2. Navigation History: Storing a path of "What happened next" without needing to manage a massive sequential index.
3. Memory Preservation: You can delete a "Node" simply by clearing its variables and updating the Next pointer of the previous node to skip the deleted entry.

Visualizing the Structure

• Root variable holds NodeA.
• NodeA tells the script: "My data is X, go to NodeB next."
• NodeB tells the script: "My data is Y, go to NodeC next."
• NodeC tells the script: "My data is Z, stop here."

Important Limitations

warning

Linked lists are prone to "Circular References." If Node A points to Node B, and Node B points back to Node A, your script will enter an infinite loop. Always ensure your "Next" chain is unidirectional and eventually terminates in NULL.

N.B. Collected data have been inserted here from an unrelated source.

/**
 * Text table (CSV, TSV, semicolon, whitespace) → Profile in SI units, with provenance.
 */
import { DataError, InvalidArgumentError } from "../errors.js";
import type { Profile } from "../profile.js";
import { checkPlausibleLength } from "../units/plausibility.js";
import { isCountUnit, isIntensityUnit, isPixelUnit, parseColumnHeader, positionUnitFactor, type ColumnHeader } from "../units/index.js";
import { checkPositions } from "./checkPositions.js";
import { chooseColumns, isPositionName, type ColumnRef } from "./chooseColumns.js";
import { decodeText } from "./decodeText.js";
import { findSaturationCode, flaggedRanges } from "./findSaturation.js";
import { MAX_TABLE_ROWS, checkFileSize } from "./limits.js";
import { parseNumberCell } from "./parseNumberCell.js";
import { sha256Hex } from "./sha256.js";
import { splitTableLines, type Delimiter } from "./splitTableLines.js";
import { utf8Encode } from "./utf8Encode.js";

/** Options for reading a table. Column numbers start at 1. */
export interface TableOptions {
  /** File name used in messages and provenance (default "table"). */
  source?: string;
  /** Position column (name or number); default: the first column. */
  x?: ColumnRef;
  /** Intensity column (name or number); default: an intensity-like name or the second column. */
  y?: ColumnRef;
  /** σ column (name or number), or false for none; default: a column named sigma, err, <y>_sigma, ... */
  sigma?: ColumnRef | false;
  /** Pixel pitch (m) when positions are pixel indices. */
  pixelPitch?: number;
  /** Unit of the position column when the header gives none (e.g. "mm", "px"). */
  xUnit?: string;
  /** Force a delimiter instead of detecting it. */
  delimiter?: Delimiter;
  /**
   * Mask samples sitting on a detector top code (255, 1023, 4095, 16383, 65535) when at least two
   * samples share it. Default true, as for frames: a clipped sample carries no intensity
   * information and biases the visibility low. false keeps them (with a "saturated-kept" warning).
   */
  maskSaturated?: boolean;
  /** SHA-256 of the file bytes when already known (hex). */
  sha256?: string;
}

/** A loaded profile and the warnings met on the way (also kept in provenance.notes). */
export interface LoadedProfile {
  profile: Profile;
  warnings: string[];
}

/** Fewest data rows accepted for a profile. */
export const MIN_TABLE_ROWS = 3;

/**
 * Reads a table from the bytes of a file (UTF-8 text; SHA-256 of the bytes goes into provenance).
 * @param bytes   the file content
 * @param options column choice, units, pixel pitch
 */
export function readTable(bytes: Uint8Array, options: TableOptions = {}): LoadedProfile {
  const source = options.source ?? "table";
  checkFileSize(bytes.length, source, "table");
  return parseTable(decodeText(bytes, source), { ...options, sha256: options.sha256 ?? sha256Hex(bytes) });
}

/**
 * Parses a table's text into a Profile: x in metres (from the header unit, or pixel index ×
 * pitch), y as read, σ when there is a σ column, mask = 1 except masked saturated samples.
 * Errors name the file and the line.
 * @param text    the table
 * @param options column choice, units, pixel pitch
 */
export function parseTable(text: string, options: TableOptions = {}): LoadedProfile {
  const source = options.source ?? "table";
  const split = splitTableLines(text, options.delimiter);
  if (split.rows.length === 0) {
    throw new DataError(source, split.leadingComments.length > 0 ? "only comment lines, no data" : "the file is empty", "give a table with a position column and an intensity column");
  }
  const decimalComma = split.delimiter === ";" || split.delimiter === "\t";
  const first = split.rows[0]!;
  // A header row has no numeric cell; a data row with one bad cell is reported, not taken as a header.
  const firstIsHeader = first.cells.every((cell) => !parseNumberCell(cell, decimalComma).ok && !/^[+-]?(nan|inf)/i.test(cell.trim()));
  let headers: ColumnHeader[];
  let dataRows = split.rows;
  if (firstIsHeader) {
    headers = mergeUnitCells(first.cells, split.delimiter).map((cell) => parseColumnHeader(checkHeaderCell(cell, source, first.line)));
    dataRows = split.rows.slice(1);
  } else {
    headers = headerFromComment(split.leadingComments, split.delimiter, first.cells.length) ?? first.cells.map(() => ({ name: "", unit: "", raw: "" }));
  }
  if (dataRows.length === 0) {
    throw new DataError(source, "a header row but no data rows", "add the measured rows below the header", first.line);
  }
  if (dataRows.length > MAX_TABLE_ROWS) {
    throw new DataError(source, `${dataRows.length} rows, above the ${MAX_TABLE_ROWS} row limit`, "split the file into smaller tables");
  }
  const columns = chooseColumns(headers, options, source);
  const label = (index: number): string => headers[index]?.name || `column ${index + 1}`;
  const width = headers.length;
  const n = dataRows.length;
  const rawX = new Float64Array(n);
  const y = new Float64Array(n);
  const sigma = columns.sigma !== undefined ? new Float64Array(n) : undefined;
  const lines = new Int32Array(n);
  for (let i = 0; i < n; i++) {
    const row = dataRows[i]!;
    lines[i] = row.line;
    if (row.cells.length < width && Math.max(columns.x, columns.y, columns.sigma ?? 0) >= row.cells.length) {
      throw new DataError(source, `${row.cells.length} cell${row.cells.length === 1 ? "" : "s"} where ${width} are expected`, "complete or remove that row", row.line);
    }
    if (row.cells.length > width) {
      // Extra cells shift the columns: usually decimal commas in a comma-separated file.
      const hint = split.delimiter === "," ? "decimal commas? save the file with ; as separator, or use decimal points" : "remove the extra cells or add a header for them";
      throw new DataError(source, `${row.cells.length} cells where ${width} are expected`, hint, row.line);
    }
    const read = (index: number): number => {
      const cell = parseNumberCell(row.cells[index] ?? "", decimalComma);
      if (!cell.ok) throw new DataError(source, `${cell.problem} in column "${label(index)}"`, "fix the value, delete the row, or comment it out with #", row.line);
      return cell.value;
    };
    rawX[i] = read(columns.x);
    y[i] = read(columns.y);
    if (sigma) {
      const value = read(columns.sigma!);
      if (!(value > 0)) throw new DataError(source, `σ must be positive, found ${value} in column "${label(columns.sigma!)}"`, "give σ > 0 or drop the σ column", row.line);
      sigma[i] = value;
    }
  }
  if (n < MIN_TABLE_ROWS) {
    throw new DataError(source, `only ${n} data row${n === 1 ? "" : "s"}`, `a profile needs at least ${MIN_TABLE_ROWS} points`);
  }
  const notes: string[] = [];
  const warnings: string[] = [];
  const scale = positionScale(headers[columns.x]!, rawX, options, source, label(columns.x), notes);
  if (checkPositions(rawX, lines, source, label(columns.x)) === "decreasing") {
    rawX.reverse();
    y.reverse();
    sigma?.reverse();
    notes.push("rows were in decreasing position order and were reversed");
  }
  const x = new Float64Array(n);
  for (let i = 0; i < n; i++) x[i] = rawX[i]! * scale;
  const yUnitText = headers[columns.y]!.unit;
  if (yUnitText !== "" && !isIntensityUnit(yUnitText)) {
    throw new DataError(source, `the unit "${yUnitText}" of column "${label(columns.y)}" is not an intensity unit`, "use counts, a.u., V, W or no unit", first.line);
  }
  if (columns.sigma !== undefined) {
    const sigmaUnit = headers[columns.sigma]!.unit;
    if (sigmaUnit !== "" && yUnitText !== "" && sigmaUnit.toLowerCase() !== yUnitText.toLowerCase()) {
      throw new DataError(source, `the σ column "${label(columns.sigma)}" is in "${sigmaUnit}" but the intensity is in "${yUnitText}"`, "give σ in the unit of the intensity", first.line);
    }
  }
  const integers = y.every((value) => Number.isInteger(value) && value >= 0);
  const counts = yUnitText !== "" ? isCountUnit(yUnitText) && integers : integers;
  if (yUnitText !== "" && isCountUnit(yUnitText) && !integers) {
    warnings.push(`column "${label(columns.y)}" is labelled ${yUnitText} but holds negative or non-integer values; the Poisson noise model does not apply`);
  }
  const mask = new Uint8Array(n).fill(1);
  const coded: { code: string; message: string }[] = [];
  const top = findSaturationCode(y, 2);
  if (top !== undefined) {
    const flag = new Uint8Array(n);
    let count = 0;
    for (let i = 0; i < n; i++) if (y[i] === top) { flag[i] = 1; count++; }
    const where = flaggedRanges(flag).slice(0, 3).map(([a, b]) => formatRange(x[a]!, x[b]!)).join(", ");
    const ranges = flaggedRanges(flag).length;
    const more = ranges > 3 ? ` and ${ranges - 3} more range${ranges - 3 === 1 ? "" : "s"}` : "";
    if (options.maskSaturated !== false) {
      for (let i = 0; i < n; i++) if (flag[i] === 1) mask[i] = 0;
      const message = `${count} saturated samples (at the detector top code ${top}) masked at x = ${where}${more}; keep them with the keep-saturated option`;
      warnings.push(message);
      coded.push({ code: "saturated-masked", message });
    } else {
      const message = `${count} samples sit at the detector top code ${top} (saturated) at x = ${where}${more} and were kept as asked; clipped samples bias the visibility low`;
      warnings.push(message);
      coded.push({ code: "saturated-kept", message });
    }
  }
  const profile: Profile = {
    x,
    y,
    ...(sigma ? { sigma } : {}),
    mask,
    yUnit: yUnitText !== "" ? yUnitText : counts ? "counts" : "a.u.",
    counts,
    provenance: {
      source,
      sha256: options.sha256 ?? sha256Hex(utf8Encode(text)),
      options: provenanceOptions(options, headers, columns, split.delimiter),
      notes: [...notes, ...warnings],
    },
    ...(coded.length > 0 ? { warnings: coded } : {}),
  };
  return { profile, warnings };
}

function positionScale(header: ColumnHeader, rawX: Float64Array, options: TableOptions, source: string, label: string, notes: string[]): number {
  let unitText = header.unit !== "" ? header.unit : (options.xUnit ?? "");
  if (unitText === "" && (isPixelUnit(header.name) || consecutiveIntegers(rawX))) unitText = "px";
  if (unitText === "") {
    throw new DataError(source, `the position column "${label}" has no unit`, 'write it in the header, e.g. "position [mm]", or give the unit of x (--x-unit mm)');
  }
  if (isPixelUnit(unitText)) {
    if (options.pixelPitch === undefined) {
      throw new DataError(source, `the position column "${label}" holds pixel indices`, "give the pixel pitch (--pixel-pitch 5.5 um)");
    }
    if (!(options.pixelPitch > 0) || !Number.isFinite(options.pixelPitch)) throw new InvalidArgumentError("pixelPitch", options.pixelPitch, "a positive length in metres");
    checkPlausibleLength("pixelPitch", options.pixelPitch, "pixelPitch");
    notes.push(`positions are pixel indices × pitch ${options.pixelPitch} m`);
    return options.pixelPitch;
  }
  const factor = positionUnitFactor(unitText);
  if (factor === undefined) {
    throw new DataError(source, `the unit "${unitText}" of column "${label}" is not a length`, "use m, mm, um, nm or px for positions", undefined);
  }
  return factor;
}

/** In space-separated headers, "position [mm]" splits into two cells: join a bracketed unit to its name. */
/** Longest header cell (characters): column names with units are short; the header parser's cost grows with length. */
export const MAX_HEADER_CELL = 200;

/** Returns `cell`, or throws a DataError when it is longer than MAX_HEADER_CELL. */
function checkHeaderCell(cell: string, source: string, line: number): string {
  if (cell.length > MAX_HEADER_CELL) {
    throw new DataError(source, `a header cell of ${cell.length} characters, above the limit of ${MAX_HEADER_CELL}`, "shorten the column names (e.g. \"position [mm]\")", line);
  }
  return cell;
}

function mergeUnitCells(cells: string[], delimiter: Delimiter): string[] {
  if (delimiter !== "whitespace") return cells;
  const out: string[] = [];
  for (const cell of cells) {
    if (/^[[(]/.test(cell) && out.length > 0) out[out.length - 1] += ` ${cell}`;
    else out.push(cell);
  }
  return out;
}

function consecutiveIntegers(values: Float64Array): boolean {
  if (values.length < 3 || !Number.isInteger(values[0])) return false;
  for (let i = 1; i < values.length; i++) if (values[i]! - values[i - 1]! !== 1) return false;
  return true;
}

function headerFromComment(comments: string[], delimiter: Delimiter, width: number): ColumnHeader[] | undefined {
  const last = comments[comments.length - 1];
  if (last === undefined) return undefined;
  const cells = delimiter === "whitespace" ? last.split(/\s{2,}|\t/) : last.split(delimiter);
  if (cells.length !== width) return undefined;
  if (cells.some((cell) => cell.length > MAX_HEADER_CELL)) return undefined; // a long comment is prose, not a header
  const headers = cells.map(parseColumnHeader);
  return headers.some((h) => isPositionName(h.name) || h.unit !== "") ? headers : undefined;
}

function provenanceOptions(options: TableOptions, headers: ColumnHeader[], columns: { x: number; y: number; sigma: number | undefined }, delimiter: Delimiter): Record<string, unknown> {
  const out: Record<string, unknown> = {
    format: "table",
    delimiter: delimiter === "\t" ? "tab" : delimiter,
    columns: { x: headers[columns.x]?.raw || columns.x + 1, y: headers[columns.y]?.raw || columns.y + 1, sigma: columns.sigma === undefined ? null : headers[columns.sigma]?.raw || columns.sigma + 1 },
  };
  if (options.pixelPitch !== undefined) out["pixelPitch"] = options.pixelPitch;
  if (options.xUnit !== undefined) out["xUnit"] = options.xUnit;
  out["maskSaturated"] = options.maskSaturated !== false;
  return out;
}

/** "3.10–3.31 mm" for a position range in metres. */
export function formatRange(a: number, b: number): string {
  const mm = (v: number): string => (v * 1e3).toPrecision(4).replace(/\.?0+$/, "");
  return a === b ? `${mm(a)} mm` : `${mm(a)}–${mm(b)} mm`;
}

1. Complexity: Linked lists are harder to debug than standard arrays because you can't just look at %ARR_1%. You have to follow the chain.
2. Access Speed: To find the 10th item, you must visit the previous 9 items. You cannot "Jump" straight to an index (Random Access is not possible).
3. Infinite Loops: If you create a cycle, the script will loop forever. Always validate your pointer logic.

Best Practices

1. Use Unique Identifiers: Ensure every node has a truly unique ID. If two nodes share an ID, your pointer logic will collapse.
2. Standardize Termination: Always use the same constant (like NULL or END) to signify the end of the list, and consistently check for that value during traversal.

tip

To "Delete" a node (e.g., NodeB) from the middle, set NodeA_Next to the value of NodeB_Next. This removes NodeB from the traversal path instantly without affecting NodeC.

Conclusion

Simulating a linked list in Batch adds a level of architectural sophistication to your automation. It allows you to model complex, interdependent workflows that require flexible insertion and deletion. While standard arrays are easier for simple counts, the linked list concept is the foundation for building high-level behavioral scripts and dynamic task managers that adapt to changing data requirements in real-time.